Hamilton v. Henney Buggy Co.

102 Tenn. 714 | Tenn. | 1899

Snodgrass, Ch. J.

This is a replevin suit in which there was judgment. below for defendant. On appeal here the judgment was affirmed, and the question arises as to what is the proper judgment here against principal and sureties below and sureties on appeal to this Court.

This suit commenced before a Justice of the Peace, and proper judgment therein by him to be rendered is provided for in § 3397 of the Code (M. & V., §4133; Shannon, §5152).
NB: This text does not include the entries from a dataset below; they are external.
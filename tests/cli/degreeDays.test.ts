import { readFileSync, writeFileSync } from 'node:fs';
import { join } from 'node:path';
import Papa from 'papaparse';
import { describe, expect, it } from 'vitest';
import { folderWithDemo, PROBLEM_SHAPE, run } from './program.ts';

const folder = folderWithDemo();
const weather = 'data/demo/weather.csv';
const rows = Papa.parse<string[]>(readFileSync(join(folder, weather), 'utf8'), { comments: '#', skipEmptyLines: true });
const temperature = rows.data.slice(1).map((row) => Number(row[1]));

const jsonOf = async (...words: string[]) => {
  const { code, stdout, stderr } = await run(folder, 'degree-days', ...words, '--json', '-');
  expect({ code, stderr: code === 0 ? '' : stderr }).toEqual({ code: 0, stderr: '' });
  return JSON.parse(stdout);
};

describe('degree-days', () => {
  it('counts the hours below the base, and its months add up to the year', async () => {
    const { base, method, annual, monthly, weather: read } = await jsonOf(weather, '--base', '15.5');
    expect({ base, method }).toEqual({ base: 15.5, method: 'hours' });
    // ISO 15927-6, summed here straight from the file; 1e-6 K·d allows for another order of the sum.
    const expected = temperature.reduce((sum, t) => sum + Math.max(0, 15.5 - t), 0) / 24;
    expect(Math.abs(annual - expected)).toBeLessThan(1e-6);
    expect(monthly.length).toBe(12);
    expect(Math.abs(monthly.reduce((sum: number, month: number) => sum + month, 0) - annual)).toBeLessThan(1e-9);
    const january = temperature.slice(0, 31 * 24).reduce((sum, t) => sum + Math.max(0, 15.5 - t), 0) / 24;
    expect(Math.abs(monthly[0] - january)).toBeLessThan(1e-6);
    expect(read.recognised.length).toBeGreaterThan(3);
    expect(read.file).toBe(weather);
  });

  it('takes a base below zero and a method of its own', async () => {
    const { base, method, annual } = await jsonOf(weather, '--base', '-5', '--method', 'mean');
    expect({ base, method }).toEqual({ base: -5, method: 'mean' });
    let expected = 0;
    for (let day = 0; day < 365; day++) {
      const mean = temperature.slice(24 * day, 24 * day + 24).reduce((sum, t) => sum + t, 0) / 24;
      expected += Math.max(0, -5 - mean);
    }
    expect(Math.abs(annual - expected)).toBeLessThan(1e-6);
  });

  it('counts for heating unless cooling is asked, and says which', async () => {
    expect((await jsonOf(weather, '--base', '22')).kind).toBe('heating');
    const { kind, base, annual, monthly } = await jsonOf(weather, '--cooling', '--base', '22');
    expect({ kind, base }).toEqual({ kind: 'cooling', base: 22 });
    // The hours above the base, summed here straight from the file; 1e-6 K·d allows for another order of the sum.
    const above = (temperatures: number[]) => temperatures.reduce((sum, t) => sum + Math.max(0, t - 22), 0) / 24;
    expect(annual).toBeGreaterThan(1);
    expect(Math.abs(annual - above(temperature))).toBeLessThan(1e-6);
    expect(Math.abs(monthly[6] - above(temperature.slice(181 * 24, 212 * 24)))).toBeLessThan(1e-6);
    const { stdout } = await run(folder, 'degree-days', weather, '--cooling', '--base', '22');
    expect(stdout).toMatch(/^Cooling degree days to 22\.0 °C, hours\n/);
    expect(stdout).toContain('lies above the base');
  });

  it('prints months, year, how it counted and what it recognised', async () => {
    const { code, stdout } = await run(folder, 'degree-days', weather, '--method', 'threshold');
    expect(code).toBe(0);
    const text = stdout.replace(/\s+/g, ' ');
    expect(text).toContain('18 °C (European statistics)');
    expect(text).toContain('temperature: column 2');
    expect(stdout).toMatch(/│ December +│ +[\d.]+ │\n│ Year +│ +\d\u202f\d{3}\.\d │/);
  });

  it('reads a file as its settings say, and names both files', async () => {
    const hours = temperature.map((t) => `${t.toFixed(1).replace('.', ',')}`).join('\n');
    writeFileSync(join(folder, 'plain.txt'), `remark\nremark\n${hours}\n`);
    writeFileSync(
      join(folder, 'read.yaml'),
      'skipLines: 2\nheader: false\ndecimal: comma\ndelimiter: semicolon\ncolumns: { temperature: 1 }\n',
    );
    const { annual, inputs } = await jsonOf('plain.txt', '--base', '10', '--read', 'read.yaml');
    const expected = temperature.reduce((sum, t) => sum + Math.max(0, 10 - t), 0) / 24;
    expect(Math.abs(annual - expected)).toBeLessThan(1e-6);
    expect(inputs.map(({ role }: { role: string }) => role).sort()).toEqual(['read', 'weather']);
  });

  it('tells of what is wrong with file and settings at once, with exit code 2', async () => {
    writeFileSync(join(folder, 'wrong.yaml'), 'skipLine: 2\n');
    const { code, stdout, stderr } = await run(folder, 'degree-days', 'nix.csv', '--read', 'wrong.yaml');
    expect({ code, stdout }).toEqual({ code: 2, stdout: '' });
    expect(stderr).toMatch(PROBLEM_SHAPE);
    expect(stderr).toContain('wrong.yaml:1:1  skipLine');
    expect(stderr).toContain('nix.csv  there is no such file');
  });

  it('refuses to write over the weather file', async () => {
    const { code, stderr } = await run(folder, 'degree-days', weather, '--json', weather);
    expect(code).toBe(2);
    expect(stderr).toContain('read as an input');
  });
});
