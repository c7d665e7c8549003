import { type Markup, markup } from '../../charts/markup.ts';
import { dataTable, textColumns } from '../dataTable.ts';
import { inEnglish } from '../named.ts';
import type { BatchReportInput } from './batchReportInput.ts';
import type { FailedYear, GatheredYears } from './gatheredYears.ts';
import { cellName } from './writtenFigures.ts';

/** Failed years that are shown, of all causes together. */
const MOST_EXAMPLES = 20;
/** Kinds of warnings, and causes, that are listed. */
const MOST_LISTED = 40;
/** Letters of a sentence that came with the results. */
const LONGEST_SENTENCE = 400;

/** Warnings by how many years have them, and failed years by cause. */
export function batchTrouble(input: BatchReportInput): Markup {
  const { words } = input;
  const { batch: said } = words;
  return markup`<section class="part" aria-labelledby="trouble"><h2 id="trouble">${said.trouble}</h2><section><h3>${said.warningsTitle}</h3>${warnings(input)}</section><section><h3>${said.failuresTitle}</h3>${failures(input)}</section></section>`;
}

function warnings({ years, words, figures }: BatchReportInput): Markup {
  const { batch: said } = words;
  if (years.warnings.length === 0) return markup`<p>${said.noWarnings}</p>`;
  return dataTable({
    caption: said.warningsCaption,
    columns: [
      ...textColumns(said.warning, said.meaning),
      { heading: said.years, figures: true },
      { heading: said.share, figures: true },
    ],
    rows: years.warnings
      .slice(0, MOST_LISTED)
      .map(([code, count]) => [
        markup`<code>${cellName(code)}</code>`,
        said.meanings[code],
        figures.number(count, 0),
        figures.percent(count / years.rows, 1),
      ]),
  });
}

function failures({ years, words, figures }: BatchReportInput): Markup {
  const { batch: said } = words;
  if (years.failed === 0) return markup`<p>${said.answer.noneFailed}</p>`;
  const causes = dataTable({
    caption: said.causesCaption,
    columns: [...textColumns(said.cause), { heading: said.years, figures: true }],
    rows: years.causes
      .slice(0, MOST_LISTED)
      .map(({ code, years: count }) => [markup`<code>${cellName(code)}</code>`, figures.number(count, 0)]),
  });
  const examples = dataTable({
    caption: said.examplesCaption(figures.number(MOST_EXAMPLES, 0)),
    columns: textColumns(said.ranking.home, said.ranking.job, said.place, said.found, said.remedy),
    rows: examplesOf(years).map(({ home, job, problem }) => [
      cellName(home),
      figures.number(job, 0),
      cellName(problem.place),
      inEnglish(problem.text.slice(0, LONGEST_SENTENCE)),
      inEnglish(problem.remedy.slice(0, LONGEST_SENTENCE)),
    ]),
  });
  return markup`${causes}${examples}`;
}

/**
 * Failed years to be shown: of each cause about the same number.
 *
 * @returns at most twenty, the most frequent cause first
 */
export function examplesOf({ causes }: Pick<GatheredYears, 'causes'>): FailedYear[] {
  const turns = Array.from({ length: MOST_EXAMPLES }, (_, turn) => turn);
  const taken = new Set(
    turns.flatMap((turn) => causes.flatMap(({ examples }) => examples.slice(turn, turn + 1))).slice(0, MOST_EXAMPLES),
  );
  return causes.flatMap(({ examples }) => examples.filter((example) => taken.has(example)));
}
This section, it will be seen, contemplates judgment for the property, and, if plaintiff fails to deliver it up, further judgment for double the value of the property. This did not necessitate two judgments. Construction has made the form of-it to be that defendant recover of plaintiff and his sureties $— (double the value of the property replevied), but to be satisfied by a return of the property;” and also for damages for detention, and cost. The latter, of course, not to be satisfied otherwise than by payment. And, accordingly, execution runs. In cases of replevin originating in ' the Circuit Court, judgment in favor of defendant was provided for in § 3390 of the Code (M. & V., §4126; Shannon, §5144). It was for return of the property, or on failure, that the defendant recover the value of the property, with interest thereon, and damages for any detention. There is, therefore, *716under this section, a judgment for the value of the property, to be satisfied by its return, and, further, for the interest and damages, not to be satisfied except by payment.

It will be observed, however, that in both these sections of the Code nó provision was made for any judgment not in this alternative form, so that from term to term of Court executions might run always, at least in part extinguishable, by a return, however late, of the property. The Legislature deemed this an omission needing to be supplied, and the Act of 1885, Ch. 59, was passed for this purpose. It in terms amended the last section cited (Sec. 3390) by providing that if such alternative judgment was rendered, and execution issued thereon and was returned, showing that the property had not been returned and the execution had not been satisfied in whole or in part, the defendant was .then entitled to a final judgment against the plaintiff and his sureties for the whole of the original judgment, or so much of it as remained unsatisfied, in dollars and cents, and not to be thereafter extinguishable in whole or in part by a return of the property. This was the object and entire scope of the Act of 1885.' It made no change in the form or substance of an original replevin judgment, and was not intended to do so.

In the case of Nighbert v. Hornsby, 16 Pickle, 82, it was expressly decided that judgment of the Justice and Circuit Court thereon must be as before *717this Act. It was said in that case that ‘ ‘ j ndgment for the penalty of the bond, without reference to the value of the property, is allowable only after the plaintiff has failed to return the property, and the writ of fi. fa. so showing has . been returned unsatisfied, in whole or in part.” This was correct so far as it refers to such execution returned wholly unsatisfied, . if the Act applies to a replevin suit originating before a Justice, because it was spoken of a Justice’s judgment, or in cases originating before a Justice, which, as we have seen, is for ‘ double ’ ’ the value of the property, and ‘ ‘ double ’ ’ the value of the property is the penalty of the bond by statute. It would, therefore, follow that if in such a case a fi. fa. had been issued and returned, showing the property adjudged to defendant was not delivered, and the execution in whole unsatisfied, the final judgment would follow unconditionally for double the value of the property, which would be the penalty of the bond. But, if the execution was returned in part satisfied, this judgment would be for such double value or penalty, less the amount collected on the execution. This Act was discussed in that case, but was not applied, as the case was not one calling for its application. The statute in terms applies only to judgments rendered in cases originating in the Circuit Court. Whether it must be also applied to cases appealed there from Justices we need not now decide, as we . are not called upon to apply it at *718all. The judgment rendered in the Circuit Court was not the second or absolute one authorized by the Act, and,' therefore, the Act can have no application.

As to the judgment to be rendered here: It is the same as the Circuit Court (in case of appeal from a Justice of the Peace) should have rendered against' plaintiff and his original sureties — for double the value of the property (to be satisfied by its return), and for the damages and costs, and, also, against sureties on appeal from the Justice to Circuit Court for the same, and against sureties on appeal to this Court only for costs and damages, consisting of the interest on the recovery.' There is no statute requiring bond for more than damages and cost on appeal to this Court in replevin suits. This is all upon the assumption that the bonds of this record are in the penalties required, and sufficient; but we find no appeal bond from the Justice in the record. There is a recital in the judgment of the Circuit Court of an appeal bond, but only for costs. The penalty of the original bond was only $300. The property was proven to be of the value of $175. So, as against the sureties on Justice’s appeal bond, the judgment must be limited to costs of the appeal to the Circuit Court, and, as against those on the original replevin bond, the recovery must be limited by amount of its penalty. Judgment will be accordingly entered.